◆ WHAT YOU NEED TO DO:
Each line below that carries the string "attached" must appear in the answer.

◆ RECORDS FOR THIS EXERCISE:

# -- the scan ----------------------------------------------------------------------------------
class _Scanner:
    def __init__(self, model: "ModuleModel") -> None:
        self.model = model
        self.assigned: set[str] = set()
        self._memo = model.memo.setdefault("loops.function", {})

    def function(self, function: cst.FunctionDef | None) -> tuple[Event, ...]:
        key = id(function) if function is not None else id(self.model.module)
        if key in self._memo:
            return self._memo[key]
        self._memo[key] = ()  # a call cycle sees the function as doing nothing
        events: list[Event] = []
        scanner = _Scanner(self.model)
        if function is None:
            scanner.statements(self.model.module.body, None, False, False, events)
        else:
            scanner.block(function.body, function, False, False, events)
        self._memo[key] = tuple(events)
        return self._memo[key]

    def block(self, block: cst.BaseSuite, function: cst.FunctionDef | None,
              conditional: bool, nested: bool, out: list[Event]) -> None:
        if isinstance(block, cst.IndentedBlock):
            self.statements(block.body, function, conditional, nested, out)
        elif isinstance(block, cst.SimpleStatementSuite):
            for small in block.body:
                self.small(small, function, conditional, nested, out)

    def statements(self, body, function, conditional: bool, nested: bool,
                   out: list[Event]) -> None:
        for statement in body:
            self.statement(statement, function, conditional, nested, out)

    def statement(self, statement: cst.CSTNode, function, conditional: bool, nested: bool,
                  out: list[Event]) -> None:
        if isinstance(statement, cst.SimpleStatementLine):
            for small in statement.body:
                self.small(small, function, conditional, nested, out)
        elif isinstance(statement, cst.If):
            self.block(statement.body, function, True, nested, out)
            if statement.orelse is not None:
                self.statement(statement.orelse, function, True, nested, out)
        elif isinstance(statement, cst.Else):
            self.block(statement.body, function, True, nested, out)
        elif isinstance(statement, (cst.For, cst.While)):
            if isinstance(statement, cst.For):
                self._assign_targets(statement.target)
            self.block(statement.body, function, True, True, out)
            if statement.orelse is not None:
                self.block(statement.orelse.body, function, True, nested, out)
        elif isinstance(statement, cst.With):
            self.block(statement.body, function, conditional, nested, out)
        elif isinstance(statement, (cst.Try, cst.TryStar)):
            self.block(statement.body, function, conditional, nested, out)
            for handler in statement.handlers:
                self.block(handler.body, function, True, nested, out)
            if statement.orelse is not None:
                self.block(statement.orelse.body, function, True, nested, out)
            if statement.finalbody is not None:
                self.block(statement.finalbody.body, function, conditional, nested, out)
        elif isinstance(statement, cst.Match):
            for case in statement.cases:
                self.block(case.body, function, True, nested, out)

    def small(self, small: cst.BaseSmallStatement, function, conditional: bool, nested: bool,
              out: list[Event]) -> None:
        flags = (function, conditional, nested)
        if isinstance(small, cst.Expr):
            value = small.value
            if isinstance(value, cst.Attribute) and value.attr.value in RESET_METHODS:
                # `optimizer.zero_grad` without the call: NNL403's finding, not a missing reset
                out.append(Event(EventKind.RESET, value, *flags, target=value.value))
            else:
                self.expression(value, flags, out, 0, discarded=True)
        elif isinstance(small, cst.Assign):
            for target in small.targets:
                self._assign_targets(target.target)
                if isinstance(target.target, cst.Attribute) and target.target.attr.value == "grad":
                    out.append(Event(EventKind.RESET, small, *flags))
            self.expression(small.value, flags, out, 0)
        elif isinstance(small, (cst.AugAssign, cst.AnnAssign, cst.Return)):
            if isinstance(small, cst.AnnAssign):
                self._assign_targets(small.target)
            if small.value is not None:
                self.expression(small.value, flags, out, 0)

    def _assign_targets(self, target: cst.BaseExpression) -> None:
        if isinstance(target, cst.Name):
            self.assigned.add(target.value)
        elif isinstance(target, (cst.Tuple, cst.List)):
            for element in target.elements:
                self._assign_targets(element.value)
        elif isinstance(target, cst.StarredElement):
            self._assign_targets(target.value)

    def expression(self, expr: cst.BaseExpression, flags: tuple, out: list[Event],
                   depth: int, discarded: bool = False) -> None:
        if depth > MAX_EXPRESSION_DEPTH:
            return
        if isinstance(expr, cst.Call):
            self.call(expr, flags, out, depth, discarded)
        elif isinstance(expr, (cst.Attribute, cst.Subscript)):
            self.expression(expr.value, flags, out, depth + 1)
        elif isinstance(expr, cst.BinaryOperation):
            self.expression(expr.left, flags, out, depth + 1)
            self.expression(expr.right, flags, out, depth + 1)
        elif isinstance(expr, cst.UnaryOperation):
            self.expression(expr.expression, flags, out, depth + 1)
        elif isinstance(expr, cst.Await):
            self.expression(expr.expression, flags, out, depth + 1, discarded)
        elif isinstance(expr, (cst.Tuple, cst.List)):
            for element in expr.elements:
                self.expression(element.value, flags, out, depth + 1)

    def call(self, call: cst.Call, flags: tuple, out: list[Event], depth: int,
             discarded: bool) -> None:
        function = flags[0]
        func = call.func
        if isinstance(func, cst.Attribute):
            self.expression(func.value, flags, out, depth + 1)
        method = func.attr.value if isinstance(func, cst.Attribute) else None
        for arg in call.args:
            if method == "step":
                self._closure(arg.value, flags, out)
            self.expression(arg.value, flags, out, depth + 1)
        event = self._classify(call, method, function)
        if event is not None:
            if event[0] is EventKind.STEP:
                custom = self._local_step(call.func.value, function)  # type: ignore
                if custom is not None:  # a hand-written optimizer: what its step() does
                    out.extend(_inlined(self.function(custom), flags))
            out.append(Event(event[0], call, *flags, discarded=discarded, target=event[1]))
            return
        if method is None and not isinstance(func, cst.Name):
            return
        helper = self._helper(func, function)
        if helper is not None:
            out.extend(_inlined(self.function(helper), flags))
            return
        if self._is_known_call(func):
            return
        out.append(Event(EventKind.OPAQUE, call, *flags, discarded=discarded))

    def _classify(self, call: cst.Call, method: str | None,
                  function) -> tuple[EventKind, cst.BaseExpression | None] | None:
        if method is None:
            return None
        receiver = call.func.value  # type: ignore[union-attr]
        if method in BACKWARD_METHODS:
            return EventKind.BACKWARD, None
        if method in RESET_METHODS:
            return EventKind.RESET, receiver
        if method in GRAD_CLEARING_METHODS and _is_grad_tensor(receiver):
            return EventKind.RESET, None
        if method == "step":
            role = step_role(self.model, receiver, function)
            if role is Role.OPTIMIZER:
                return EventKind.STEP, receiver
            if role is Role.SCALER and call.args:
                return EventKind.STEP, call.args[0].value
        return None

    def _closure(self, arg: cst.BaseExpression, flags: tuple, out: list[Event]) -> None:
        """A closure given to `optimizer.step(closure)` runs inside the step, before it."""
        if isinstance(arg, cst.Name):
            helper = self._helper(arg, flags[0])
            if helper is not None:
                out.extend(_inlined(self.function(helper), flags))
        elif isinstance(arg, cst.Lambda):
            self.expression(arg.body, flags, out, 1)

    def _helper(self, func: cst.BaseExpression, function) -> cst.FunctionDef | None:
        """The function of this file that `func(...)` runs, when it is certain."""
        model = self.model
        if isinstance(func, cst.Name):
            found = model.lookup(func.value, model.scope_of(function))
            if found is None or len(found[1]) != 1:
                return None
            statement = found[1][0].statement
            if isinstance(statement, cst.FunctionDef) and statement.name.value == func.value:
                return statement
            return None
        if (isinstance(func, cst.Attribute) and isinstance(func.value, cst.Name)
                and function is not None and func.value.value == first_parameter(function)):
            info = model.class_of_method(function)
            if info is not None:
                return _method(model, info, func.attr.value, set())
        return None

    def _local_step(self, receiver: cst.BaseExpression, function) -> cst.FunctionDef | None:
        """The `step` method of the class of this file that `receiver` is an instance of."""
        values = bound_values(self.model, receiver, function)
        classes = {value.func.value for value in values
                   if isinstance(value, cst.Call) and isinstance(value.func, cst.Name)}
        if len(classes) != 1 or len(values) != 1:
            return None
        info = self.model.classes.get(classes.pop())
        return _method(self.model, info, "step", set()) if info is not None else None

    def _is_known_call(self, func: cst.BaseExpression) -> bool:
        """True for builtins and functions of installed libraries (they reset nothing)."""
        names = self.model.resolve(func)
        if names:
            return all(name.split(".")[0] in EXTERNAL_PACKAGES for name in names)
        return isinstance(func, cst.Name) and func.value in _BUILTINS and \
            self.model.lookup(func.value, self.model.module_scope) is None
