def rewrite_cells(data: bytes, program: NotebookProgram, fixed: str) -> str:
    """The notebook's JSON text with `fixed` (program.text, rewritten) put back into its cells.

    Only the `source` of cells whose lines changed is replaced, and the JSON is written with
    the layout the file already has (indent, escaping, final newline, line endings), so
    every other byte stays as it was. Raises NotebookError when that cannot be guaranteed:
    the layout is not one json.dumps reproduces, a change spans two cells or touches a line
    of IPython syntax, or the result does not read back as the fixed program.
    """
    text = data.decode("utf-8-sig")  # read_program has already accepted these bytes
    document = json.loads(text)
    layout = _layout_of(document, text)
    cells = document["cells"]
    checked = dict(program.cells)
    for index, changes in _cell_changes(program, fixed).items():
        cell = cells[index]
        source = _source_of(cell, index)
        lines, endings = _lines_and_endings(source)
        for first, end, _ in changes:
            if any(checked[index][number - 1] != lines[number - 1]
                   for number in range(first, end)):
                raise NotebookError(f"cell {index}: a fix touches IPython syntax")
        usual = next((ending for ending in endings if ending), "\n")
        for first, end, new_lines in sorted(changes, reverse=True):
            new_endings = [usual] * len(new_lines)
            if end > first and new_endings:
                new_endings[-1] = endings[end - 2]  # the block's last line keeps its ending
            elif first > len(lines) and new_endings and lines and not endings[-1]:
                # appended after a last line without a newline: the new last line has none
                endings[-1], new_endings[-1] = usual, ""
            lines[first - 1:end - 1] = new_lines
            endings[first - 1:end - 1] = new_endings
        # nbformat's list form holds one line per string, each with its line ending
        pieces = [line + ending for line, ending in zip(lines, endings) if line + ending]
        cell["source"] = pieces if isinstance(cell["source"], list) else "".join(pieces)
    indent, ensure_ascii, final_newline, crlf = layout
    written = json.dumps(document, indent=indent, ensure_ascii=ensure_ascii)
    written += "\n" if final_newline else ""
    if crlf:
        written = written.replace("\n", "\r\n")
    if read_program(written.encode("utf-8")).text != fixed:
        raise NotebookError("the rewritten cells do not read back as the fixed code")
    return written


def _layout_of(document: object, text: str) -> tuple[int | None, bool, bool, bool]:
    """(indent, ensure_ascii, final newline, CRLF) with which json.dumps gives back `text`."""
    crlf = "\r\n" in text
    plain = text.replace("\r\n", "\n") if crlf else text
    # Jupyter writes indent=1 without ASCII escaping (nbformat's JSON writer, from memory);
    # other tools use 2 or 4, some escape non-ASCII
    for indent in (1, 2, 4, None):
        for ensure_ascii in (False, True):
            written = json.dumps(document, indent=indent, ensure_ascii=ensure_ascii)
            if plain in (written, written + "\n"):
                return indent, ensure_ascii, plain != written, crlf
    raise NotebookError("its JSON layout is not one nnlint can write back unchanged")


def _cell_changes(program: NotebookProgram, fixed: str
                  ) -> dict[int, list[tuple[int, int, list[str]]]]:
    """Per cell: (first line, end line exclusive, new lines) replacing lines of that cell."""
    import difflib

    old, new = program.text.splitlines(), fixed.splitlines()
    changes: dict[int, list[tuple[int, int, list[str]]]] = {}
    matcher = difflib.SequenceMatcher(None, old, new, autojunk=False)
    for tag, start, stop, new_start, new_stop in matcher.get_opcodes():
        if tag == "equal":
            continue
        if start < stop:
            owners = {program.line_map[number][0] for number in range(start, stop)}
            if len(owners) != 1:
                raise NotebookError("a fix spans two cells")
            cell, first = program.line_map[start]
            end = program.line_map[stop - 1][1] + 1
        elif start > 0:  # an insertion goes after the line before it, in that line's cell
            cell, line = program.line_map[start - 1]
            first = end = line + 1
        else:
            cell, first = program.line_map[0]
            end = first
        changes.setdefault(cell, []).append((first, end, new[new_start:new_stop]))
    return changes


def _lines_and_endings(source: str) -> tuple[list[str], list[str]]:
    """The cell's lines as python_lines splits them, and the line ending after each."""
    parts = _NEWLINE_KEPT.split(source)
    lines, endings = parts[0::2], parts[1::2] + [""]
    if len(lines) > 1 and lines[-1] == "":
        lines.pop()
        endings.pop()
    return lines, endings


def is_notebook(path: str) -> bool:
    return path.lower().endswith(NOTEBOOK_SUFFIX)


def read_program(data: bytes) -> NotebookProgram:
    """Parse notebook bytes into one program; raises NotebookError or NotPythonNotebook."""
    if data.startswith(b"\xef\xbb\xbf"):
        data = data[3:]  # a UTF-8 byte order mark, which some editors write (RFC 8259 §8.1)
    try:
        # json.loads on bytes detects UTF-8/16/32 as RFC 8259 allows
        document = json.loads(data)
    except RecursionError:
        raise NotebookError("notebook JSON is nested too deeply to read") from None
    except UnicodeDecodeError as error:
        raise NotebookError(f"notebook is not UTF-8 text (byte {error.start})") from None
    except json.JSONDecodeError as error:
        # JSONDecodeError.lineno and .colno are 1-based (Python documentation, json)
        raise NotebookError(f"notebook is not valid JSON: {error.msg}", error.lineno,
                            error.colno) from None
    cells = _cells_of(document)
    language = _kernel_language(document)
    if language is not None and "python" not in language.lower():
        raise NotPythonNotebook(language)
    lines: list[str] = []
    line_map: list[tuple[int, int]] = []
    code_cells: list[tuple[int, tuple[str, ...]]] = []
    has_open_cell = False
    for index, cell in enumerate(cells):
        if cell.get("cell_type") != "code" or not _cell_is_python(cell):
            continue
        cell_lines, is_complete = _neutralised(_source_of(cell, index))
        has_open_cell = has_open_cell or not is_complete
        code_cells.append((index, tuple(cell_lines)))
        for number, line in enumerate(cell_lines, start=1):
            lines.append(line + "\n")
            line_map.append((index, number))
    return NotebookProgram("".join(lines), tuple(line_map), tuple(code_cells), has_open_cell)
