=======================  ================================================================
readout kind             model-file term (strength)
=======================  ================================================================
``hopping``              ``hopping`` (t)
``exchange`` electrons   ``exchange`` (J) and ``interaction`` (-J/4): ``J (S.S - n n/4)``
``three-site``           ``three-site`` (K)
``density``              ``interaction`` (V) on two sites, ``potential`` (mu) on one
``exchange`` spins       ``exchange`` (J)
``biquadratic``          ``biquadratic`` (B)
``single-ion``           ``single-ion`` (D)
``field``                ``field`` along z (h)
boson kinds              ``string`` of X-operators relative to the background b of the
                         readout (p = b + 1, h = b - 1): ``particle-hopping`` t ->
                         ``-t (|p><b| |b><p| + h.c.)``, ``particle-energy`` e ->
                         ``e |p><p|``, ``particle-hole-interaction`` W -> ``W |p><p| |h><h|``
``string``               ``string`` with the X-operators of its label
``constant``             ``constant`` (E0)
=======================  ================================================================

and ``[perturbation]`` with H0 the constant and a window holding every state, as for the
spin export (:mod:`lowfold.jobs.export`): ``derive`` of the file at first order reads the
same couplings back, and ``spectrum`` gives the effective spectrum.
"""

from __future__ import annotations

import re

import numpy as np

from lowfold.errors import ModelError
from lowfold.jobs.export_parts import (class_groups, labelled_selectors, lattice_table,
                                       toml_value, unique_name, values_close)
from lowfold.model.lattice import BOND_CLASSES
from lowfold.model.local_terms import paths
from lowfold.model.patterns import translated_pattern
from lowfold.readout.local_basis import product_manifold

__all__ = ["local_export_text"]

_BOSON_STEP = {"particle": 1, "hole": -1}


def local_export_text(result, *, use_classes: bool | None = None) -> str:
    """Model-file text of ``result`` (local-operator readout).

    ``use_classes``: one term per coupling class (``result.classes``) rather than per group
    of equal couplings; default: on an infinite lattice only (a finite cluster's couplings
    are written as they are, strings included).

    Raises
    ------
    ModelError
        No manifold states (a result read back from JSON), kept states that differ from
        site to site, or a manifold that is a slice at several particle numbers.
    """
    model = result.model
    if model is None:
        raise ModelError("the effective model cannot be exported: no model attached")
    infinite = model.lattice.infinite
    kept, background, sector_lines = _kept_states(result)
    site_lines = _site_table(model.site, kept)
    classes = tuple(getattr(result, "classes", ()) or ())
    if use_classes is None:
        use_classes = infinite
    if use_classes and classes:
        items = [(kind, value, {k: v for k, v in selector.items() if k != "operators"},
                  tuple(selector["operators"]) if "operators" in selector else None)
                 for kind, _, value, selector in class_groups(classes, model.lattice)]
    elif infinite:
        raise ModelError("the effective model cannot be exported: an infinite lattice needs "
                         "its coupling classes")
    else:
        items = _coupling_groups(result.couplings, model.lattice)
    constant = float(np.real(next((c.value for c in result.couplings if c.kind == "constant"), 0.0)))
    parameters = {"E0": constant}
    terms = [_term_text("constant", "E0", "E0", {})]
    taken = {"E0"}                             # parameter names and term labels
    for kind, value, selector, operator in items:
        for spec in _term_specs(kind, value, selector, operator, model.site, background or kept,
                                model.lattice):
            kind_out, base, strength, keys, note = spec
            name = unique_name(base, taken)
            taken.add(name)
            if isinstance(strength, str):        # a literal strength, written in the term
                strength = float(strength)
            else:
                parameters[name] = strength
                strength = name
            for label, placed in labelled_selectors(name, keys, taken):   # per pattern
                terms.append(_term_text(kind_out, label, strength, placed, note))
    lines = [f"title = {toml_value(f'effective model of {model.title} (order {result.order})')}",
             "# written by lowfold derive --export: the couplings summed to order "
             f"{result.order}, on the kept local states {result.manifold.readout}"]
    per_site = [c.value for c in classes if c.kind == "constant"]
    if use_classes and per_site:
        per_site = toml_value(float(np.real(per_site[0])))
        lines.append(f"# constant per site (not written as a term): {per_site}")
    lines += ["", lattice_table(model.lattice)] + site_lines + sector_lines + ["[parameters]"]
    lines += [f"{name} = {_strength(value)}" for name, value in parameters.items()]
    window = [constant - 1.0, constant + 1.0]
    mixed = ['filling = "mixed"'] if infinite and model.site.type != "spin" else []
    lines += [""] + terms + ["[perturbation]", 'unperturbed = ["E0"]', "order = 1",
                             f"window = {toml_value(window)}", *mixed, ""]
    return "\n".join(lines)


# --------------------------------------------------------------------------- tables

def _kept_states(result):
    """(kept local values, background occupation per site, [sector] lines) of the manifold:
    from its states on a cluster, or from the readout's description on an infinite lattice
    (no background there: a boson class takes it from its kind, :func:`_boson_specs`)."""
    model = result.model
    if model.lattice.infinite:
        sets = re.findall(r"\{([^}]*)\}", result.manifold.readout)
        labels = model.site.local_labels()
        if len(sets) != 1 or not all(x in labels for x in sets[0].split()):
            raise ModelError("the effective model cannot be exported: its readout names no "
                             f"single set of kept local states ({result.manifold.readout})")
        return tuple(labels.index(x) for x in sets[0].split()), {}, []
    states = getattr(result.manifold, "states", None)
    if states is None:
        raise ModelError("the effective model cannot be exported: its manifold states are not "
                         "attached (export from the derive run itself)")
    basis, reason = product_manifold(model, np.asarray(states, dtype=np.int64))
    if basis is None:
        raise ModelError(f"the effective model cannot be exported: {reason}")
    kept = [tuple(v.tolist()) for v in basis.values]
    if len(set(kept)) != 1:
        raise ModelError("the effective model cannot be exported: the kept local states differ "
                         "from site to site, and [site] states is one set for every site")
    background = {int(i): int(basis.values[i][basis.reference[i]]) for i in range(basis.n_sites)}
    return kept[0], background, _sector_table(model, basis)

◆ EXERCISE SOLUTION:
        raise ModelError("the effective model cannot be exported: no model attached")
                         "attached (export from the derive run itself)")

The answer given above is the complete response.